Die
Gazette Nr. 8, November 1998:
Texte, die wir nicht verstehen
Der Gang durch das Labyrinth der Tropen, wo die „Worte der Gesunden"
sinnlos und stumm sind, beschreibt ein performatives Gleiten und Verlöschen
der Bedeutungen in temporaler Folge, ein abwechselndes Hallen in der Stille,
das jede identifizierbare Stimme in einem Flüstern auslöscht.

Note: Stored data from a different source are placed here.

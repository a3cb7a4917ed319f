//! Rasterise rendered charts with resvg (0.49.0, the bundled font loaded
//! explicitly) and check that known data values land on the expected pixel
//! rows and columns, within one pixel. The expected positions come from the
//! picture itself (grid lines and the axis line found by colour), not from
//! the engine's own numbers.

use resvg::{tiny_skia, usvg};
use strata::{render, RenderOptions};

fn options() -> usvg::Options<'static> {
    let mut opt = usvg::Options::default();
    let db = opt.fontdb_mut();
    db.load_font_data(include_bytes!("../../../fonts/AtkinsonHyperlegibleNext-Regular.ttf").to_vec());
    db.load_font_data(include_bytes!("../../../fonts/AtkinsonHyperlegibleNext-Bold.ttf").to_vec());
    db.set_sans_serif_family("Atkinson Hyperlegible Next");
    opt.font_family = "Atkinson Hyperlegible Next".into();
    opt
}

struct Picture {
    pix: tiny_skia::Pixmap,
}

impl Picture {
    fn new(svg: &str) -> Picture {
        let tree = usvg::Tree::from_str(svg, &options()).expect("svg parses");
        let size = tree.size().to_int_size();
        let mut pix = tiny_skia::Pixmap::new(size.width(), size.height()).unwrap();
        resvg::render(&tree, tiny_skia::Transform::identity(), &mut pix.as_mut());
        Picture { pix }
    }
    fn rgb(&self, x: u32, y: u32) -> [f64; 3] {
        let p = self.pix.pixel(x, y).unwrap().demultiply();
        [p.red() as f64, p.green() as f64, p.blue() as f64]
    }
    /// How much of colour `c` (over white) pixel (x, y) holds, 0..1, read
    /// on the channel where `c` differs most from white.
    fn coverage(&self, x: u32, y: u32, c: [f64; 3]) -> f64 {
        let k = (0..3).max_by(|a, b| (255.0 - c[*a]).total_cmp(&(255.0 - c[*b]))).unwrap();
        let p = self.rgb(x, y);
        let f = ((255.0 - p[k]) / (255.0 - c[k])).clamp(0.0, 1.0);
        // Only blends of white and c count (grey lines and text do not).
        let blend = (0..3).all(|j| (p[j] - (255.0 - f * (255.0 - c[j]))).abs() <= 12.0);
        if blend {
            f
        } else {
            0.0
        }
    }
    /// Is the pixel close to colour c?
    fn near(&self, x: u32, y: u32, c: [f64; 3], tol: f64) -> bool {
        let p = self.rgb(x, y);
        (0..3).all(|k| (p[k] - c[k]).abs() <= tol)
    }
}

fn hex(s: &str) -> [f64; 3] {
    let v = u32::from_str_radix(&s[1..], 16).unwrap();
    [(v >> 16) as f64, ((v >> 8) & 255) as f64, (v & 255) as f64]
}

/// Centres of runs of non-white rows in column x (weighted by darkness).
fn line_rows(p: &Picture, x: u32, y0: u32, y1: u32) -> Vec<f64> {
    let mut out = Vec::new();
    let mut run: Vec<(u32, f64)> = Vec::new();
    for y in y0..y1 {
        let d = 255.0 - p.rgb(x, y).iter().cloned().fold(255.0, f64::min);
        if d > 4.0 {
            run.push((y, d));
        } else if !run.is_empty() {
            let w: f64 = run.iter().map(|r| r.1).sum();
            out.push(run.iter().map(|r| (r.0 as f64 + 0.5) * r.1).sum::<f64>() / w);
            run.clear();
        }
    }
    out
}

/// Centroids of connected blobs of colour `c` (more than 10 pixels).
fn blobs_of(p: &Picture, c: [f64; 3], w: u32, h: u32) -> Vec<(f64, f64)> {
    let mut seen = vec![false; (w * h) as usize];
    let mut blobs: Vec<(f64, f64)> = Vec::new();
    let hit = |x: u32, y: u32| p.coverage(x, y, c) >= 0.5 && p.near(x, y, c, 60.0);
    for y in 0..h {
        for x in 0..w {
            if seen[(y * w + x) as usize] || !hit(x, y) {
                continue;
            }
            let mut stack = vec![(x, y)];
            let (mut sx, mut sy, mut n) = (0.0, 0.0, 0.0);
            while let Some((a, b)) = stack.pop() {
                if a >= w || b >= h || seen[(b * w + a) as usize] || !hit(a, b) {
                    continue;
                }
                seen[(b * w + a) as usize] = true;
                sx += a as f64 + 0.5;
                sy += b as f64 + 0.5;
                n += 1.0;
                stack.extend([(a + 1, b), (a.wrapping_sub(1), b), (a, b + 1), (a, b.wrapping_sub(1))]);
            }
            if n > 10.0 {
                blobs.push((sx / n, sy / n));
            }
        }
    }
    blobs
}

#[test]
fn dates_land_on_calendar_grid_lines() {
    // Points on the first day of each quarter; the time axis (y, the value
    // axis, which carries the grid) ticks quarters, so each point must sit
    // on a horizontal grid line.
    let spec = r#"{
      "data": { "rows": [ {"d": "2024-01-01", "x": 1}, {"d": "2024-04-01", "x": 2}, {"d": "2024-07-01", "x": 3},
                          {"d": "2024-10-01", "x": 4}, {"d": "2025-01-01", "x": 5} ], "types": { "d": "date" } },
      "layers": [ { "draw": "point", "x": "x", "y": "d", "style": { "radius": 4 } } ],
      "scales": { "y": { "ticks": 5 }, "x": { "domain": [0, 6] } },
      "size": { "width": 600, "height": 500 },
      "theme": "light"
    }"#;
    let r = render(spec, None, &RenderOptions::default()).unwrap();
    let p = Picture::new(&r.svg);
    let mut blobs = blobs_of(&p, hex(strata::color::HARBOUR[0]), 600, 500);
    blobs.sort_by(|a, b| b.1.total_cmp(&a.1));
    assert_eq!(blobs.len(), 5, "{blobs:?}");
    // A column between the first two points, clear of any vertical line.
    let mut col = ((blobs[0].0 + blobs[1].0) / 2.0).round() as u32;
    while line_rows(&p, col, 0, 500).len() < 3 || line_rows(&p, col, 0, 500).len() > 20 {
        col += 1;
    }
    let lines = line_rows(&p, col, 0, 500);
    for b in &blobs {
        assert!(lines.iter().any(|l| (l - b.1).abs() <= 1.0), "point at y {} is off the grid {lines:?}", b.1);
    }
    // Quarters differ in length (91, 91, 92, 92 days): spacing follows the calendar.
    let gaps: Vec<f64> = blobs.windows(2).map(|w| w[0].1 - w[1].1).collect();
    let per_day = (blobs[0].1 - blobs[4].1) / 366.0;
    for (g, days) in gaps.iter().zip([91.0, 91.0, 92.0, 92.0]) {
        assert!((g - days * per_day).abs() <= 1.0, "{gaps:?}");
    }
}

#[test]
fn bars_land_on_their_values() {
    let spec = r#"{
      "data": { "rows": [ {"k": "a", "v": 25}, {"k": "b", "v": 50}, {"k": "c", "v": 100} ] },
      "layers": [ { "draw": "bar", "x": "k", "y": "v" } ],
      "scales": { "y": { "domain": [0, 100] } },
      "size": { "width": 600, "height": 400 },
      "theme": "light"
    }"#;
    let r = render(spec, None, &RenderOptions::default()).unwrap();
    let p = Picture::new(&r.svg);
    let bar = hex(strata::color::HARBOUR[0]);
    // A column right of the last bar holds only grid lines (thin runs).
    let gap_x = (300..600u32)
        .rev()
        .find(|x| {
            let runs = line_rows(&p, *x, 0, 400);
            runs.len() >= 3 && (0..400).all(|y| p.coverage(*x, y, bar) < 0.9)
        })
        .expect("a grid-only column");
    let rows = line_rows(&p, gap_x, 0, 400);
    assert!(rows.len() >= 3, "grid lines {rows:?}");
    let (y100, y0) = (rows[0], *rows.last().unwrap());
    // Plot edges from a middle grid line: right, its last ink; left, the
    // start of the ink run that reaches the gap column (labels stand apart).
    let gy = rows[rows.len() / 2].floor() as u32;
    let dark = |x: u32| 255.0 - p.rgb(x, gy).iter().cloned().fold(255.0, f64::min) > 4.0;
    let right = (0..600).rev().find(|x| dark(*x)).unwrap() as f64 + 1.0;
    let mut x = gap_x;
    while x > 0 && (dark(x - 1) || dark(x.saturating_sub(2))) {
        x -= 1;
    }
    let left = x as f64;
    let width = right - left;
    // Evenly spaced grid lines (a linear axis).
    let step = (y0 - y100) / (rows.len() - 1) as f64;
    for (i, y) in rows.iter().enumerate() {
        assert!((y - (y100 + step * i as f64)).abs() <= 1.0, "grid line {i} at {y}");
    }
    for (i, v) in [25.0, 50.0, 100.0].iter().enumerate() {
        // Column through the middle of band i.
        let cx = left + width * (i as f64 + 0.5) / 3.0;
        let col = cx.round() as u32;
        let height: f64 = (0..400).map(|y| p.coverage(col, y, bar)).filter(|c| *c > 0.02).sum();
        let want = (y0 - y100) * v / 100.0;
        assert!((height - want).abs() <= 1.0, "bar {i}: {height} px tall, want {want}");
        // The bar's top edge row.
        let top_row = (0..400).find(|y| p.coverage(col, *y, bar) > 0.5).unwrap() as f64;
        let want_top = y0 - want;
        assert!((top_row - want_top).abs() <= 1.0, "bar {i}: top {top_row}, want {want_top}");
        // Horizontal centre of the bar at mid-height.
        let y = (y0 - want / 2.0).round() as u32;
        let xs: Vec<u32> = (0..600).filter(|x| p.coverage(*x, y, bar) > 0.5).filter(|x| ((*x as f64) - cx).abs() < width / 6.0).collect();
        let centre = (xs[0] as f64 + *xs.last().unwrap() as f64 + 1.0) / 2.0;
        assert!((centre - cx).abs() <= 1.0, "bar {i}: centre {centre}, want {cx}");
    }
}

#[test]
fn points_on_a_log_axis_land_on_their_values() {
    // 1, 10, 100 on a log y axis (the value axis, with the grid): 10 sits
    // midway; x linear 0..10.
    let spec = r#"{
      "data": { "rows": [ {"y": 1, "x": 2}, {"y": 10, "x": 5}, {"y": 100, "x": 8} ] },
      "layers": [ { "draw": "point", "x": "x", "y": "y", "style": { "radius": 4 } } ],
      "scales": { "y": { "kind": "log", "domain": [1, 100] }, "x": { "domain": [0, 10] } },
      "size": { "width": 500, "height": 400 },
      "theme": "light"
    }"#;
    let r = render(spec, None, &RenderOptions::default()).unwrap();
    let p = Picture::new(&r.svg);
    let c = hex(strata::color::HARBOUR[0]);
    let mut blobs = blobs_of(&p, c, 500, 400);
    blobs.sort_by(|a, b| b.1.total_cmp(&a.1));
    assert_eq!(blobs.len(), 3, "{blobs:?}");
    // y: log spacing, so the middle point is halfway between the others.
    let mid = (blobs[0].1 + blobs[2].1) / 2.0;
    assert!((blobs[1].1 - mid).abs() <= 1.0, "{blobs:?}");
    // x: linear, 2, 5, 8 equally spaced; 5 halfway.
    let xmid = (blobs[0].0 + blobs[2].0) / 2.0;
    assert!((blobs[1].0 - xmid).abs() <= 1.0, "{blobs:?}");
    // Against the grid: horizontal grid lines at 1, 10, 100 pass through the
    // points' y. Read a column between two points.
    let col = ((blobs[0].0 + blobs[1].0) / 2.0).round() as u32;
    let lines = line_rows(&p, col, 0, 400);
    for b in &blobs {
        assert!(lines.iter().any(|l| (l - b.1).abs() <= 1.0), "point at y {} has no grid line; lines at {lines:?}", b.1);
    }
}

Die reine differentielle Abfolge, in der Bewegung und Stille alternieren,
vergißt und verausgabt sich selbst. Der Erzähler kann sich die
„stille" Stimme der Frau nicht aneignen, er illustriert nur ihr performatives
Verlöschen. ... Im „Taumeln" und im Schwindel" Veronikas konvertiert
sich das Signifikante in den fleischgewordenen Un-Sinn und in die Heterogenität
des Triebhaften.
[Musils Text] setzt die Umkehrung der Figur der Prosopopöe in
Szene, die Zurücknahme der Stimme und die Defiguration des Gesichts,
die Spaltung und Zerstückelung des phallischen Signifikanten. Die
phallische Gestalt Demeters splittert sich in den Augen Veronikas in Partialobjekte
auf ..., die in verzerrten Propositionen hervortreten und die Heterogenität
des Triebhaften bezeichnen. Die aufeinandergepreßten Lippen des geschlossenen
Mundes markieren „wie ein blutiger Schnitt" die Grenze des Sagbaren im
Geschlecht, als stummes Bild der männlichen Kastrations- und Sprachwunde
geben sie die Unsagbarkeit der sexuellen Differenz zu lesen.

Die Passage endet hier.